If the prospect of writing about Georgia‘s Eurovision back catalogue prompted me to procrastinate, there are no such problems the next country on the list, Germany.
Germany has appeared at all but one of the Eurovision finals since their debut right at the beginning in 1956. Right up until the late nineties, their entries and successes have demonstrated – save for a few toe-curling efforts – a commitment to the contest arguably borne out of a pre-existing culture for popular music in Germany – schlager. ‘Johnny Blue‘ (2nd, 1981), ‘Theater’ and ‘A Little Peace’ (1st, 1982) transcended the contest and went on to be international hits and major money earners for songwriter Ralph Siegel. The 1980s saw a preponderance of heartfelt anthemic numbers include ‘Fur Alle‘, ‘Uber die Brucke Geh’n‘, and the nauseating middle of the road song from mother and daughter duo Maxi and Chris Garden ‘Lied fur Einen Freund‘ (14th, 1988). Siegel then went on to secure a 3rd place for Mekada in 1994 with their song ‘We’re Throwing a Party‘ – if you’ve not listened to it before, be warned – the infectious song will take you on a rollercoaster of emotions, some of them distressing.
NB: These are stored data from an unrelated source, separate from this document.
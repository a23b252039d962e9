/**
 * Writes src/storage/items/item-structure-dictionary.ts: the preset DEFLATE
 * dictionary of stored result items (item-codec.ts). Run it when the served
 * JSON of a result item changes shape (field names, model ids, warning
 * texts); items already in Redis can only be read with the dictionary they
 * were written with, so a new one makes them unreadable.
 *
 * Every item compressed pays for hashing the dictionary into DEFLATE's tables,
 * and numbers are never repeated from one item to the next, so the dictionary
 * keeps only structure: the served JSON of engine results on invented series
 * (bench/synthetic.ts) with every number after a key removed, cut into its
 * JSON objects (candidates, forecast points, warnings), each distinct piece
 * once, then thinned greedily: a piece goes when removing it does not make a
 * sample of items larger (by more than a byte on average). A separate
 * check set reports the mean stored item.
 *
 *   npx tsx scripts/item-structure-dictionary.ts
 */
import { writeFileSync } from 'node:fs'
import { deflateRawSync } from 'node:zlib'
import { syntheticSet } from '../bench/synthetic.js'
import { forecastSeries, type Frequency } from '../src/engine/index.js'
import { ITEM_DEFLATE_OPTIONS, servedBody } from '../src/storage/items/item-codec.js'
import { toResultItem } from '../src/runs/forecast-sku.js'

const bodies = (seed: number, count: number, frequency: Frequency, start?: string): Buffer[] =>
  syntheticSet(seed, count, 60).map((s, i) =>
    Buffer.from(servedBody(toResultItem(`S-${i}`, frequency, forecastSeries({ demand: s.values, frequency, horizon: 12, ...(start ? { firstPeriod: start } : {}) })))),
  )
const set = (seed: number, scale: number): Buffer[] => [
  ...bodies(seed, 30 * scale, 'month', '2021-01'),
  ...bodies(seed + 1, 4 * scale, 'month'),
  ...bodies(seed + 2, 4 * scale, 'week', '2020-W01'),
  ...bodies(seed + 3, 4 * scale, 'quarter', '2020-Q1'),
]
const source = set(99, 1)
const sample = set(7, 10)
const check = set(40, 10)
const meanSize = (items: Buffer[], dictionary: string) => {
  const options = { ...ITEM_DEFLATE_OPTIONS, dictionary: Buffer.from(dictionary) }
  return items.reduce((a, b) => a + deflateRawSync(b, options).length, 0) / items.length
}

// Numbers after a key, in arrays and lists; a digit inside text (`2024-01`, `lag 12`) follows a quote, letter or blank.
const numberless = (body: Buffer) => body.toString('utf8').replace(/(?<=[:[,])-?[0-9][0-9.eE+-]*/g, '')
let pieces = [...new Set(source.flatMap((b) => numberless(b).split(/(?<=\}),(?=\{)/)))]
let size = meanSize(sample, pieces.join(','))
for (let pass = 0; pass < 2; pass++) {
  for (let i = pieces.length - 1; i >= 0; i--) {
    const trial = pieces.filter((_, k) => k !== i)
    const s = meanSize(sample, trial.join(','))
    if (s < size + 1) [pieces, size] = [trial, s]
  }
}
const dictionary = pieces.join(',')
const without = check.reduce((a, b) => a + deflateRawSync(b, { ...ITEM_DEFLATE_OPTIONS, dictionary: undefined }).length, 0) / check.length
const after = meanSize(check, dictionary)

const file = new URL('../src/storage/items/item-structure-dictionary.ts', import.meta.url)
writeFileSync(
  file,
  `/**
 * Preset DEFLATE dictionary of stored result items (item-codec.ts): the
 * structure of served items (keys, model ids, statuses, reasons, warnings)
 * without their numbers, written by scripts/item-structure-dictionary.ts
 * (its size and what it saves: bench/RESULTS.md, "Stored result items").
 * Items in Redis can only be read with the bytes they were written with:
 * regenerate it with the script (never edit it) when the served structure
 * changes, knowing that items stored before become unreadable.
 */
export const STRUCTURE_DICTIONARY: Buffer = Buffer.from(
  [
${pieces.map((c, i) => `    ${JSON.stringify(i === 0 ? c : ',' + c)},`).join('\n')}
  ].join(''),
  'utf8',
)
`,
)
process.stdout.write(`wrote ${pieces.length} pieces, ${dictionary.length} bytes; check set mean item ${after.toFixed(1)} B (without a dictionary ${without.toFixed(1)} B)\n`)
Legendary Eurovision songwriter Siegel hasn’t been able to recover his previous successes or dominance (nor recoup his considerable financial losses) since. ‘I Can’t Live Without Music‘ (21st, 2002) goes down as a bit of a car crash, ‘Let’s Get Happy‘ (12th, 2003) hoped for the best but seemed irritatingly upbeat, and more recently writing for San Marino, ‘Chain of Lights‘ rambled musically and was hopelessly performance. What links all of Siegel output is his love of melody and, a lot of the time, his painfully simplistic optimism, the like of which increasingly jars with present-day Eurovision. That said, he doesn’t deserve the ire that some fans happy throw at him.
The notable thing about Germany at the Eurovision is the way they reignited the passion for the Contest amongst its TV audience. And that was down to comedian, musician and TV presenter Stefan Raab. It’s easy to forget how the comparatively gently send-up song he wrote for 1998 – Guildo Horn’s “Guildo hat euch lieb!” (8th) – not only provoked strong opinion, but had a strong impact on the running order that year.
Raab-enthusiasm reached new heights in 2000 with the ‘Wadde hadde dudde da?” – complete nonsense but utterly fantastically produced live nonsense that celebrates, ridicules and entertains. The irritatingly talented Raab returned in 2004 with the mid-tempo ballad ‘Can’t Wait Until Tonight‘ which he wrote, produced and appeared in.
After some persuasion, Stefan acted as Head of Jury for the 2010 national selection which plumped for Lena’s Satellite for the Contest that year. Little wonder that when Germany ended up hosting the Contest the following year, Stefan Raab formed part of the presenting duo in what was to date the most polished opening sequences in the Contest’s history.
Musically over recent years Germany hasn’t delivered quite so well. Distinctive as ‘Is it Right?‘ was, it failed to register much on the board languishing in 18th place come the final tally in 2014. Last year’s ‘Black Smoke‘ was a musically superior track and a pleasing alternative to the rest of the running order, but ended up coming last. I’m still not clear why.
Jamie-Lee will sing the mid-tempo foot-tapping hand-clapper number ‘Ghost‘ for Germany in 2016. Musically it feels like a bit of a retrograde step, a shadow of Germany’s former triumphs, which will feel like filler come the Final on 14th. The national final staging jars with the apparent integrity of the sound, making the finished piece one of those pleasant but forgettable numbers I sometimes see on Graham Norton’s Friday night chat show.